The man let out a short laugh. “You’re fuckin’ with me,” he said with a smirk.
Curtis stood up tall and puffed out his chest. “Brother. I ain’t fuckin’ with shit. I ain’t about them superstitions, man. This is different. That watch keeps showin’ up, like some kinda sign. This is some right strangeness. Believe me man, believe it or not. I ain’t lyin’.”

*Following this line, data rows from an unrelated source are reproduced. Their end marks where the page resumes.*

@dataclass(frozen=True)
class LocalFunction:
    """A function defined in the script: which parameters take frames, what it returns."""

    name: str
    params: tuple[str, ...]
    frame_params: frozenset[str]
    returns: Value | None  # a template of the return value (Frame), when known
    # what every call passes for a frame parameter, when the calls agree: (columns, dtypes)
    param_schemas: tuple[tuple[str, tuple[tuple[str, ...] | None, tuple[tuple[str, str], ...]]], ...] = ()
    # the index every call's frame has for a frame parameter, when they agree and it is one
    # (set_index, a groupby's keys, index_col=): (param, (index columns, index unnamed)); the
    # body sees a frame labelled by them, so what it returns keeps them as its labels
    param_indexes: tuple[tuple[str, tuple[tuple[str, ...], bool]], ...] = ()
    # literal values every call passes (a file name), so rules can look inputs up
    param_consts: tuple[tuple[str, Any], ...] = ()
    # texts the calls pass for a parameter when they differ (two input files of one layout)
    param_choices: tuple[tuple[str, tuple[str, ...]], ...] = ()
    # parameters the body changes in place (`frame["c"] = ...`): the caller's object changes,
    # so the argument is handed to pandas in its own name and the body stays pandas for it
    mutated_params: frozenset[str] = frozenset()
    # parameters every call passes a column of one frame, in a body that only computes one
    # column from them: the function takes Polars expressions there and returns one
    # (`def tidy(s): return s.str.strip_chars()`, called as `tidy(pl.col("name"))`)
    column_params: frozenset[str] = frozenset()
    column_dtypes: tuple[tuple[str, str], ...] = ()  # what the calls pass, when they agree
    column_rows: int | None = None  # the rows the body's expressions stand for
    not_expression: bool = False  # tried, and the body is more than one column's expression
    # the frame parameter whose column the function returns unchanged in rows (`return
    # df["kg"] * 2`): it returns that expression, evaluated in the caller's frame
    returns_column_of: str | None = None
    # every frame it returns holds the rows of a file read (Polars counts them from the file)
    returns_file_rows: bool = False
    # what it returns for each set of texts its calls pass (param_choices), when its body is
    # ported once for them all (engine.texts_followed): ((param, text), ...) -> a template
    returns_by_choice: tuple[tuple[tuple[tuple[str, str], ...], Value], ...] = ()
    # (frame parameter, text parameter, dtype): every call's frame holds the column that call's
    # text names, of this one type (`kg_table(bookings, "baker")`, `kg_table(d, "member")`)
    text_column_dtypes: tuple[tuple[str, str, str], ...] = ()


@dataclass
class Services:
    """What evaluation needs besides the names in scope."""

    table: MappingTable
    registry: Mapping[str, Callable[[PandasCall, RuleContext], Value]]
    code_for: Callable[[cst.CSTNode], str]
    position: Callable[[cst.CSTNode], tuple[int, int]]
    min_confidence: float = 0.0
    functions: dict[str, LocalFunction] = field(default_factory=dict)
    call_sites: dict[str, list[tuple[Value, ...]]] = field(default_factory=dict)
    inside_from_pandas: Callable[[cst.CSTNode], bool] = lambda node: False
    shown: Callable[[cst.CSTNode], bool] = lambda node: False  # only printed or displayed
    printed: Callable[[cst.CSTNode], bool] = lambda node: False  # an argument of print()
    # the module's own plain functions, defined once, by name (their bodies can become expressions)
    function_defs: dict[str, cst.FunctionDef] = field(default_factory=dict)
    schema_lookup: Callable[[str, str, dict[str, Any]], dict[str, str] | None] | None = None
    datetimes_possible: bool = True
    # the script may make pandas' nullable integer columns (astype("Int64")), which porter
    # does not tell from plain ones
    nullable_ints_possible: bool = True
    durations_possible: bool = True  # the script may make durations of unknown type
    lists_possible: bool = True  # the script may make columns of lists (str.split)
    infinities_possible: bool = True  # the script divides or writes an infinity
    # statements that compute each named frame's data, by the assignment that named it
    consumers: dict[int, set[tuple[int, int]]] = field(default_factory=dict)
    # statements that only count the rows of a named frame (`len(kept)`), by its assignment:
    # an execution only where running its plan again costs more than a scan (plans_to_collect)
    row_counts: dict[int, set[tuple[int, int]]] = field(default_factory=dict)
    # the code each assignment of a frame writes (the plan it binds), by the assignment
    plan_texts: dict[int, str] = field(default_factory=dict)
    # the script may make category columns (astype("category"), cut, a parquet file): a frame
    # pandas made comes back to Polars only when porter knows which columns are categories
    categories_possible: bool = True
    # names whose object the script changes in place (`df["c"] = ...`, inplace=True), with the
    # lines where it does
    changed_in_place: dict[str, list[int]] = field(default_factory=dict)
    # whether a name's changes in place all come before the statement at hand, each to a frame
    # bound afresh in the loop around it (engine._Walker.changed_only_afresh)
    changed_only_afresh: Callable[[str], bool] | None = None
    changed_at: dict[str, list[tuple[int, int]]] = field(default_factory=dict)  # (line, column)
    # how many times each name is written in the module (a loop's row read after the loop)
    name_uses: dict[str, int] = field(default_factory=dict)
    name_lines: dict[str, list[int]] = field(default_factory=dict)  # where each name is written
    # the rows of frames read from files: counting them again needs no more than the scan
    file_rows: set[int] = field(default_factory=set)
    # the bindings whose frames each binding's plan reads (`b = a.filter(...)`: a -> b)
    frame_parents: dict[int, set[int]] = field(default_factory=dict)
    # the bindings collected where they are made: plans that would otherwise run more than once
    collect_at: frozenset[int] = frozenset()
    # the bindings whose own statement collects the plan it binds (a rule's .collect(): a
    # column typed at run time): the frames they are made from run once there
    materialized: set[int] = field(default_factory=set)
    # Series kept in a name whose frame's name later holds other rows: kept as a frame of its own
    stale_series: set[int] = field(default_factory=set)
    # the iterrows() calls (by node id) of `for label, row in df.iterrows():` loops that read
    # no row label: the label is never read, the row only by column (engine.label_free_loops)
    label_free_loops: frozenset[int] = frozenset()
    # frames bound to a name whose row labels pandas code reads later (`pos.index`) after a
    # filter or sort made them other than 0..n-1: the next pass has pandas make them
    labels_needed: set[int] = field(default_factory=set)
    # the script's function whose body is being walked, and the functions whose bodies read
    # the row labels of a frame they were given (`def save(d): d.to_csv(name)`, `d.index`): a
    # frame passed to them is a label read at the call (kept over all passes: it only grows)
    function_at_hand: str | None = None
    label_functions: set[str] = field(default_factory=set)
    # functions whose result's row labels are read where they are called (`a = heavy(h)`,
    # `a.index`): pandas runs them, so their bodies stay pandas code (functions.learn_functions)
    pandas_functions: set[str] = field(default_factory=set)
    # functions a statement kept on pandas as written calls (`df["c"] = helper(df)` aligned by
    # pandas): their parameters take pandas values at every call, so their bodies are not
    # ported for Polars frames or expressions (kept over all passes: it only grows)
    pandas_called: set[str] = field(default_factory=set)
    # functions whose body is not ported once for the texts its calls pass (engine.texts_followed)
    texts_refused: set[str] = field(default_factory=set)
    # the module's frames each of the script's functions leaves to pandas code (functions.py)
    pandas_globals: dict[str, set[str]] = field(default_factory=dict)
    frames_kept: dict[str, set[str]] = field(default_factory=dict)  # those its body ports
    statement_lines: tuple[int, int] = (0, 0)  # lines of the statement being rewritten
    # whether a node is glued to the word before it (`if(`, `not(`): its rewrite needs parentheses
    glued: Callable[[cst.CSTNode], bool] = lambda node: False
    start: Callable[[cst.CSTNode], tuple[int, int] | None] = lambda node: None  # line, column
    mutated: frozenset[str] = frozenset()  # names the script changes in place (never constants)
    # the script's own functions a converted groupby().apply read as expressions, with the
    # ids of those apply calls (functions.ported_where_applied)
    applied_functions: dict[str, set[int]] = field(default_factory=dict)
    applied_kinds: dict[str, set[str]] = field(default_factory=dict)  # "group", "value", "row"
    python_module: Any = None  # the script as Python's ast.Module, when it parses
    # arguments of calls into a plotting library (matplotlib, seaborn), by node id, with the
    # function called: a pandas value given there is handed over on purpose
    plotted: dict[int, tuple[str, bool]] = field(default_factory=dict)
    # frames given to seaborn as data= (by node id): the columns the call names, all it reads
    seaborn_columns: dict[int, tuple[str, ...]] = field(default_factory=dict)
    # lists the script fills with frames by append for pd.concat (analysis.frame_lists), those
    # found to take something else (kept over all passes: it only grows), and the frames
    # appended to each
    frame_lists: frozenset[str] = frozenset()
    frame_lists_refused: set[str] = field(default_factory=set)
    # values computed for an expression from the statements after it, by the node's id (the
    # node kept to check it): `acc = pd.DataFrame()` filled by the loop that follows it
    values_given: dict[int, tuple[cst.CSTNode, "Value"]] = field(default_factory=dict)
    frame_list_members: dict[str, list[Frame]] = field(default_factory=dict)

“Hmm.” The man was so certain he was being played that he hadn’t at all expected Curtis to be sincere. He was skeptical that they had found the same watch, but it wasn’t impossible, and Curtis did know about the inscription, which was a bit beyond coincidence. ”Well, whatever it is, it sure is strange…,” he admitted. He glanced back at the water and then returned his gaze to meet Curtis’. “Well, if it is a sign, what do you think it means? Is it good luck or something? Bad luck maybe?”
“I don’t know, man,” Curtis said as he stroked his chin. “Reckon my luck’s been ‘bout the same since I came upon it. What do you think it means?”
The man thought for a moment.
“I don’t know. Guess it could mean anything.”
For a brief moment they stood together in a silence that swelled with the sounds of the newfallen night. Frogs croaked, owls hooted, and the hum of insects droned along in crooked harmony. A gentle breeze came off the darkened river.
“By the way, do you have the time?”
“Nah, brother,” Curtis sighed. He leaned back to look up at the stars emerging in the twilight, “I just rise and fall with the sun.”